===== TASK DATA

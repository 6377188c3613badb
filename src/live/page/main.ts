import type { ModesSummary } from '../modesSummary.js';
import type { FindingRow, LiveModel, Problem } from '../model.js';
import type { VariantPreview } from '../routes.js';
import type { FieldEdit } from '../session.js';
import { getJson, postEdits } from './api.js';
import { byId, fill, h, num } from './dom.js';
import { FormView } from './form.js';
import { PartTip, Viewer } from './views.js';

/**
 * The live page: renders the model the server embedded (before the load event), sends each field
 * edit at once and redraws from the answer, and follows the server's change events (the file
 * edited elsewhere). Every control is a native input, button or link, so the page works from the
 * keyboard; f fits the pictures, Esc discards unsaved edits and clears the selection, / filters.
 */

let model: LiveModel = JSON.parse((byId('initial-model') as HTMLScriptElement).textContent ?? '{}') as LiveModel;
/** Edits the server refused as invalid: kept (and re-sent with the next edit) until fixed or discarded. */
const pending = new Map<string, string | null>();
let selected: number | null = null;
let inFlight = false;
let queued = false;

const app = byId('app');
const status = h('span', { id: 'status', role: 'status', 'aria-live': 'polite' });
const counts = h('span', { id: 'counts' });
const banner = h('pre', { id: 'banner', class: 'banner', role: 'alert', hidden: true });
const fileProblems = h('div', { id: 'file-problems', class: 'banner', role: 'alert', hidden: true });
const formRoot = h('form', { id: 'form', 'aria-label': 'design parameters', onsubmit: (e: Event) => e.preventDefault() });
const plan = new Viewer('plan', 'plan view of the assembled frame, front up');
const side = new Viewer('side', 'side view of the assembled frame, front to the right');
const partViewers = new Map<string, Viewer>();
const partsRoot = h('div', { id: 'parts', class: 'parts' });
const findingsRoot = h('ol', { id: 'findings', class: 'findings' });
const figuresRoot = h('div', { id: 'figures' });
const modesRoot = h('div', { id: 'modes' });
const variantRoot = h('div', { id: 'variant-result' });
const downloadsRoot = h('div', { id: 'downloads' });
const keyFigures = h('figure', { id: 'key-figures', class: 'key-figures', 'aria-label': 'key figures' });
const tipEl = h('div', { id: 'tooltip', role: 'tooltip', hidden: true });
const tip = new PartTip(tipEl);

==========
===== TASK DATA

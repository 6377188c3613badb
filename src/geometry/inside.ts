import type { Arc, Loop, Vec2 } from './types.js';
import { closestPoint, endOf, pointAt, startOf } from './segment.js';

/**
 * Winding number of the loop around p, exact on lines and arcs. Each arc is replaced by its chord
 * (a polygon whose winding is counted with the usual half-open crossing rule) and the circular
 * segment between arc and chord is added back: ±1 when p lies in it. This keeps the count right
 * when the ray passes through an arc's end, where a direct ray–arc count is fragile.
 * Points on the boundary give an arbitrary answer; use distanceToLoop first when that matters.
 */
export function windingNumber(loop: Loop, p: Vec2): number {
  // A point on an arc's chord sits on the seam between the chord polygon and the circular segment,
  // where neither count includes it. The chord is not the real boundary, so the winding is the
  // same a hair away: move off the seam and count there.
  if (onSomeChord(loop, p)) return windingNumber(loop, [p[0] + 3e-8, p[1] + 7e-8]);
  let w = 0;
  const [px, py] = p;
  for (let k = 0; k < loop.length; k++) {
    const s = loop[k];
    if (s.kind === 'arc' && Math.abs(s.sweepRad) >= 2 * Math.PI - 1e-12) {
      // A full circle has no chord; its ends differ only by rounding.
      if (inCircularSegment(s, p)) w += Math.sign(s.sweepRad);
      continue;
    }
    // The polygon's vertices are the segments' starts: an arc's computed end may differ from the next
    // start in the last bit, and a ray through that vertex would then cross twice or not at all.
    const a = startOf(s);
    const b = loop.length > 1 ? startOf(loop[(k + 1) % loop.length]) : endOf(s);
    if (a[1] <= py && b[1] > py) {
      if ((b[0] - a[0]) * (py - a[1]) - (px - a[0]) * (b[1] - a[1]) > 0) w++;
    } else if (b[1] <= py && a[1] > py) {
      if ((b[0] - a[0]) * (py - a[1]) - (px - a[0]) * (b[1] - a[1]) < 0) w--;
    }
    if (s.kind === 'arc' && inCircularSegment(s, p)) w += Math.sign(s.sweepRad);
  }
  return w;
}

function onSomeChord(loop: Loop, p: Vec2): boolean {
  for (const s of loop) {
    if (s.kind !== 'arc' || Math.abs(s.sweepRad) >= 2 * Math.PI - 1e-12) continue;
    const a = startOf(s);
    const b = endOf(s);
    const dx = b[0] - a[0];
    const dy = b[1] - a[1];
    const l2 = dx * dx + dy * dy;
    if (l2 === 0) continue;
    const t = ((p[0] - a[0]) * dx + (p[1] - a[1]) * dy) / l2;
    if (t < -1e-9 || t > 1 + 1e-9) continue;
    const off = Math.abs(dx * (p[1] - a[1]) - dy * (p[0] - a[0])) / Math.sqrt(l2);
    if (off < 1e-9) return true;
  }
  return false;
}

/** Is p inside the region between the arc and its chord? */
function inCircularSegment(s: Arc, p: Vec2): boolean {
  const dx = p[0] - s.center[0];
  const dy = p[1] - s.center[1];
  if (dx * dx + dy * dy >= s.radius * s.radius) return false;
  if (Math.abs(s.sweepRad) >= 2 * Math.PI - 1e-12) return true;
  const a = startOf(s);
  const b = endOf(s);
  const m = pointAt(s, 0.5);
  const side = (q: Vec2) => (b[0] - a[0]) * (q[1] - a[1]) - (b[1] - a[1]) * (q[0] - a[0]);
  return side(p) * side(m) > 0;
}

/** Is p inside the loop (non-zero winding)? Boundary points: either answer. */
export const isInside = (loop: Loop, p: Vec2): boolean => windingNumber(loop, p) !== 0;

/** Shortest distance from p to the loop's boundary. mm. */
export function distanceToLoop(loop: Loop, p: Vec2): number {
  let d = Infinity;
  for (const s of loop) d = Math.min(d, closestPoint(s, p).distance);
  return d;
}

==========

> ACTION ITEM
Each line that includes the string "right" should be copied from the data.

> SOLUTION FOR THIS PROBLEM
const side = new Viewer('side', 'side view of the assembled frame, front to the right');
 * segment between arc and chord is added back: ±1 when p lies in it. This keeps the count right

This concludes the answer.